Each cgo crossing costs ~200ns on darwin-arm64 (Go 1.23, May 2026). For workloads that hot-loop across the boundary (per-element transformations, per-message dispatch in a server), this is the dominant cost.

Mitigation: the batched-variant wrapper amortises across N elements; the bridge documents the cost per extern fn in the emitted shim file's comments. For functions whose Mochi caller is in a for body, the bridge automatically offers a <fn>_batched variant.

Residual risk: the user has to know to call the batched variant. The bridge could add a static-analysis warning when an extern fn is called inside a for body without the batched variant, but the warning is best-effort.

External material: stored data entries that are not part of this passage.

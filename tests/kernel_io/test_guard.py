"""The seam around the kernel: every foreign exception is mapped, and a crash leaves its operands behind."""

from __future__ import annotations

import inspect
import subprocess
import sys
from pathlib import Path

import OCP.OCP  # noqa: F401  registers every kernel module
import pytest
from OCP.BRepGProp import BRepGProp
from OCP.BRepPrimAPI import BRepPrimAPI_MakeBox
from OCP.gp import gp_Dir, gp_Vec
from OCP.GProp import GProp_GProps
from OCP.TopoDS import TopoDS_Shape

from moldgen.errors import KernelError, PartError
from moldgen.kernel import guard


def kernel_exceptions() -> list[type[Exception]]:
    found = {
        thing
        for name, module in list(sys.modules.items())
        if name.split(".")[0] == "OCP" and module is not None
        for thing in vars(module).values()
        if inspect.isclass(thing) and issubclass(thing, Exception) and thing.__module__.startswith("OCP")
    }
    return sorted(found, key=lambda c: c.__name__)


@pytest.fixture
def evidence(tmp_path):
    guard.use_evidence_folder(tmp_path / "evidence")
    yield tmp_path / "evidence"
    guard.use_evidence_folder(None)


def test_the_list_of_kernel_exceptions_is_not_empty():
    # 106 were counted in OCP 7.9; a bound well below that fails if the search above goes blind.
    assert len(kernel_exceptions()) > 80


@pytest.mark.parametrize("foreign", kernel_exceptions(), ids=lambda c: c.__name__)
def test_every_kernel_exception_is_mapped_and_chained(foreign):
    with (
        pytest.raises(KernelError, match=r"cut the lid failed: .*faces=3") as caught,
        guard.operation("cut the lid", faces=3),
    ):
        raise foreign("reason")
    assert isinstance(caught.value.__cause__, foreign)


def test_an_exception_thrown_in_the_kernel_itself_is_mapped():
    with pytest.raises(KernelError, match="direction"), guard.operation("make a direction"):
        gp_Dir(gp_Vec(0, 0, 0))


@pytest.mark.parametrize("foreign", [RuntimeError("manifold"), ValueError("mesh"), MemoryError()])
def test_exceptions_of_the_mesh_libraries_are_mapped(foreign):
    with pytest.raises(KernelError), guard.operation("mesh the part"):
        raise foreign


def test_running_out_of_memory_says_so():
    with pytest.raises(KernelError, match="out of memory"), guard.operation("mesh the part"):
        raise MemoryError


def test_a_missing_result_handed_on_is_the_kernels_failure():
    with pytest.raises(KernelError), guard.operation("weigh"):
        BRepGProp.VolumeProperties_s(None, GProp_GProps())


@pytest.mark.parametrize(
    "ours", [PartError("too small"), FileNotFoundError(), AttributeError(), TypeError(), KeyError()]
)
def test_our_own_errors_and_mistakes_pass_unchanged(ours):
    with pytest.raises(type(ours)) as caught, guard.operation("cut"):
        raise ours
    assert caught.value is ours


def test_an_interrupt_passes():
    with pytest.raises(KeyboardInterrupt), guard.operation("cut"):
        raise KeyboardInterrupt


def test_a_failure_keeps_its_operands_and_success_keeps_nothing(evidence):
    box = BRepPrimAPI_MakeBox(1, 2, 3).Solid()
    with guard.operation("cut", operands=(box,), risky=True):
        assert guard.interrupted(evidence).operation == "cut"
        assert [p.name for p in Path(guard.interrupted(evidence).evidence).glob("*.brep")] == ["operand1.brep"]
    assert guard.interrupted(evidence) is None
    assert not list(evidence.glob("*/"))
    with pytest.raises(KernelError) as caught, guard.operation("cut", operands=(box, box)):
        raise RuntimeError
    assert sorted(p.name for p in Path(caught.value.evidence).iterdir()) == [
        "operand1.brep",
        "operand2.brep",
        "operation.txt",
    ]


def test_nested_operations_name_the_innermost_and_return_to_the_outer_one(evidence):
    with guard.operation("outer"):
        with guard.operation("inner"):
            assert guard.interrupted(evidence).operation == "inner"
        assert guard.interrupted(evidence).operation == "outer"


def test_evidence_is_bounded_and_spares_the_operation_under_way(evidence):
    box = BRepPrimAPI_MakeBox(1, 2, 3).Solid()
    with guard.operation("outer", operands=(box,), risky=True):
        kept = Path(guard.interrupted(evidence).evidence)
        for _ in range(3 * guard.MOST_KEPT):
            with pytest.raises(KernelError), guard.operation("cut", operands=(box,)):
                raise RuntimeError
        assert kept.is_dir()
        assert len(list(evidence.glob("*/"))) <= guard.MOST_KEPT + 1


def test_a_killed_process_leaves_name_and_operands(tmp_path):
    code = f"""
import os
from pathlib import Path
from OCP.BRepPrimAPI import BRepPrimAPI_MakeBox
from moldgen.kernel import guard
guard.use_evidence_folder(Path({str(tmp_path)!r}))
with guard.operation("imprint 38 curves", operands=(BRepPrimAPI_MakeBox(1, 2, 3).Solid(),), risky=True):
    os.abort()
"""
    done = subprocess.run([sys.executable, "-c", code], check=False, capture_output=True)
    assert done.returncode != 0
    left = guard.interrupted(tmp_path)
    assert left is not None
    assert left.operation == "imprint 38 curves"
    assert (Path(left.evidence) / "operand1.brep").stat().st_size > 0


def test_no_folder_means_no_evidence_and_no_marker(tmp_path):
    assert guard.keep_operands("cut", [BRepPrimAPI_MakeBox(1, 2, 3).Solid()]) == ""
    assert guard.interrupted(tmp_path) is None


def test_present_refuses_what_the_kernel_returns_for_nothing():
    with pytest.raises(KernelError, match="gave no shape"):
        guard.present(None, "cut")
    with pytest.raises(KernelError, match="gave no shape"):
        guard.present(TopoDS_Shape(), "cut")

R2. Go's GC and cgo interact non-trivially

A pointer the Go side passes to the C side via //export is NOT GC-managed on the C side. If the Mochi side holds the pointer past the cgo call return without an explicit pin, Go's GC may move or reclaim the underlying object. The classic failure mode: a cgo call returns a *C.char; the Mochi side stores it; the underlying Go string is GC'd; the Mochi side later reads garbage.

Mitigation: the wrapper synthesiser inserts runtime.KeepAlive(obj) at the end of every //export function for every parameter that escapes via pointer. For values where the Mochi side needs to hold the pointer past the call, the wrapper uses cgo.NewHandle to pin the Go object until the Mochi side calls _free.

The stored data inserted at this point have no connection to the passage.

"""Pairs of things of two lists, the nearest first."""

from __future__ import annotations

from collections.abc import Iterable


def nearest_pairs(gaps: Iterable[tuple[float, int, int]]) -> list[tuple[int, int]]:
    """Return pairs of numbers by their gaps, the smallest first, of equal ones the lower numbers; each number once.

    gaps : how far a thing of one list is from a thing of the other, and the numbers of both
    """
    found: list[tuple[int, int]] = []
    used_old: set[int] = set()
    used_new: set[int] = set()
    for _, old, new in sorted(gaps):
        if old not in used_old and new not in used_new:
            found.append((old, new))
            used_old.add(old)
            used_new.add(new)
    return found
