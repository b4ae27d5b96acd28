"""Faces of two parts that have the same form, and how many of them a motion lays onto each other."""

from __future__ import annotations

from collections.abc import Sequence
from dataclasses import dataclass, replace
from typing import Final

import numpy as np

from moldgen.kernel.face_compare import same_form
from moldgen.model.face_sign import FaceSign, SurfaceKind

MOST_PAIRS: Final = 20000
"""So many pairs of equal faces are looked at (our choice: a motion is judged in a millisecond then). Faces with few
equals come first, so that a grille of a thousand equal holes does not crowd out the rest."""

_SIGNED: Final = (SurfaceKind.PLANE, SurfaceKind.CONE)


@dataclass(frozen=True)
class Motion:
    """new = rotation @ old + shift; rotation (3, 3), shift (3,) [mm]."""

    rotation: np.ndarray
    shift: np.ndarray

    def of(self, points: np.ndarray) -> np.ndarray:
        """Return points at their new places, (..., 3) [mm]."""
        return np.asarray(points @ self.rotation.T + self.shift)


STAY: Final = Motion(np.eye(3), np.zeros(3))


@dataclass(frozen=True, eq=False)
class Faces:
    """The signs of a part as arrays.

    center, rim, axis, foot : (n, 3), foot from the axis to the center; spread : (n, 3, 3); reach, size : (n,) [mm],
    size is the root of the area; signed : (n,) bool, whether the axis has a sense
    """

    signs: Sequence[FaceSign]
    center: np.ndarray
    rim: np.ndarray
    axis: np.ndarray
    foot: np.ndarray
    spread: np.ndarray
    reach: np.ndarray
    size: np.ndarray
    signed: np.ndarray

    @classmethod
    def of(cls, signs: Sequence[FaceSign]) -> Faces:
        """Return the arrays of some signs."""
        center = np.array([s.center for s in signs]).reshape(-1, 3)
        return cls(
            signs,
            center,
            np.array([s.rim for s in signs]).reshape(-1, 3),
            np.array([s.axis for s in signs]).reshape(-1, 3),
            center - np.array([s.at for s in signs]).reshape(-1, 3),
            np.array([s.spread_rows for s in signs]).reshape(-1, 3, 3),
            np.array([s.reach_mm for s in signs]),
            np.sqrt(np.array([s.area_mm2 for s in signs])),
            np.array([s.kind in _SIGNED for s in signs], dtype=bool),
        )

    @property
    def corners(self) -> np.ndarray:
        """Corners of the box about the centers of all faces, (8, 3) [mm]."""
        low, high = self.center.min(axis=0), self.center.max(axis=0)
        choose = np.array(list(np.ndindex(2, 2, 2)), dtype=bool)
        return np.asarray(np.where(choose, high, low))


@dataclass(frozen=True, eq=False)
class Pairs:
    """Faces of two parts that have the same form: first[k] of `old` and second[k] of `new`, (p,) int each.

    tolerance : in which forms agree and faces lie on each other [mm]; left_out : size of old faces not looked at [mm]
    """

    old: Faces
    new: Faces
    first: np.ndarray
    second: np.ndarray
    tolerance: float
    left_out: float = 0.0

    @classmethod
    def of(cls, old: Faces, new: Faces, tolerance: float) -> Pairs:
        """Return all pairs of faces whose sizes agree within a tolerance [mm]."""
        first, second = np.nonzero(same_form(old.signs, new.signs, tolerance))
        return cls(old, new, first, second, tolerance)

    def rare(self) -> Pairs:
        """Return the pairs of the old faces with the fewest equals, `MOST_PAIRS` at most; all if they are no more."""
        if len(self.first) <= MOST_PAIRS:
            return self
        counts = np.bincount(self.first, minlength=len(self.old.size))
        order = np.lexsort((-self.old.size, counts))
        out = order[np.cumsum(counts[order]) > MOST_PAIRS]
        kept = ~np.isin(self.first, out)
        return replace(self, first=self.first[kept], second=self.second[kept], left_out=float(self.old.size[out].sum()))

    def partners(self, face: int) -> np.ndarray:
        """Return the new faces of the same form as an old one."""
        return np.asarray(self.second[self.first == face])

    def hits(self, motion: Motion, slack: float = 1.0) -> np.ndarray:
        """Return which pairs a motion lays onto each other, (p,) bool, within `slack` times the tolerance."""
        limit, i, j = slack * self.tolerance, self.first, self.second
        old, new = self.old, self.new
        found = np.linalg.norm(motion.of(old.center)[i] - new.center[j], axis=1) <= limit
        k = np.flatnonzero(found)  # few are left: the rest is asked of them only
        i, j = i[k], j[k]
        fits = np.linalg.norm(motion.of(old.rim[i]) - new.rim[j], axis=1) <= 2.0 * limit
        axis = old.axis[i] @ motion.rotation.T
        off = np.linalg.norm(axis - new.axis[j], axis=1)
        off = np.where(old.signed[i], off, np.minimum(off, np.linalg.norm(axis + new.axis[j], axis=1)))
        fits &= off * old.reach[i] <= 4.0 * limit
        spread = motion.rotation @ old.spread[i] @ motion.rotation.T
        gap = np.abs(spread - new.spread[j]).max(axis=(1, 2), initial=0.0)
        fits &= gap <= 4.0 * limit * np.maximum(old.reach[i], limit)
        found[k] = fits
        return np.asarray(found)

    def share(self, hits: np.ndarray) -> float:
        """Return how much of the smaller part the faces make up that lie on each other, by the root of their areas."""
        sides = ((self.old.size, self.first), (self.new.size, self.second))
        met = min(float(size[np.unique(own[hits])].sum()) for size, own in sides)
        whole = min(float(self.old.size.sum()), float(self.new.size.sum())) - self.left_out
        return met / max(whole, 1e-9)

    def refined(self, motion: Motion) -> Motion:
        """Return the motion that lays the pairs it meets onto each other best, by least squares."""
        for slack in (10.0, 2.0, 1.0, 1.0):
            hits = self.hits(motion, slack)
            if not hits.any():
                break
            i, j = self.first[hits], self.second[hits]
            axis = self.old.axis[i] @ motion.rotation.T
            sense = np.where((axis * self.new.axis[j]).sum(axis=1) < 0.0, -1.0, 1.0)[:, None]
            reach = self.old.reach[i][:, None]
            before = [self.old.center[i], self.old.rim[i], self.old.center[i] + reach * self.old.axis[i]]
            after = [self.new.center[j], self.new.rim[j], self.new.center[j] + sense * reach * self.new.axis[j]]
            motion = _least_squares(motion, np.vstack(before), np.vstack(after))
        return motion

    def residual(self, motion: Motion, hits: np.ndarray) -> float:
        """Return how far the centers of the faces that match, and of their boundaries, are apart at most [mm]."""
        i, j = self.first[hits], self.second[hits]
        gaps = [motion.of(self.old.center[i]) - self.new.center[j], motion.of(self.old.rim[i]) - self.new.rim[j]]
        return float(np.linalg.norm(np.vstack(gaps), axis=1).max(initial=0.0))


def _least_squares(motion: Motion, before: np.ndarray, after: np.ndarray) -> Motion:
    """Return the motion of points (n, 3) to points (n, 3) by least squares, as near to the given one as they allow.

    The covariance of turned points about a line leaves the turn about it open: a weak pull to no turn decides.
    """
    turned = before @ motion.rotation.T
    middle, to = turned.mean(axis=0), after.mean(axis=0)
    covariance = (turned - middle).T @ (after - to)
    covariance += max(1e-9 * float(np.trace(covariance)), 1e-12) * np.eye(3)
    u, _, vt = np.linalg.svd(covariance)
    flip = np.diag([1.0, 1.0, np.sign(np.linalg.det(vt.T @ u.T))])
    more = vt.T @ flip @ u.T
    return Motion(more @ motion.rotation, to - more @ middle)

Residual risk: a user hand-writing a custom extern fn could violate the contract. The bridge's documentation warns about this; the unsafe capability declaration is the audit trail.

R3. Generic monomorphisation explosion

A Go module exposing a generic function over many possible types, paired with a user who lists many monomorphisations, produces a wrapper with O(N×M) //export symbols. The combinatorial explosion is real.

Mitigation: the [go.monomorphise] table is REQUIRED to enumerate; the bridge does not auto-monomorphise. The lockfile records the instantiation list; a manifest change is the user's explicit opt-in to the explosion.

R4. The Go module proxy can serve a different .zip than the upstream git repo

If proxy.golang.org is compromised (or if a corporate proxy is compromised), the proxy can serve a malicious .zip while the upstream git repo holds the legitimate source. The sum.golang.org cross-check is the primary mitigation; if the proxy's .zip differs from the checksum-DB-recorded h1:, the lock fails.

Mitigation: every public module lock cross-checks against sum.golang.org. The [go.private] sumdb-skip opt-out is the only way to bypass; the lockfile records sumdb-verified = false for audit.

Residual risk: a successful attack on both the proxy AND sum.golang.org is conceivable but requires compromising two separately-keyed services. The trust model is the same as go get's default.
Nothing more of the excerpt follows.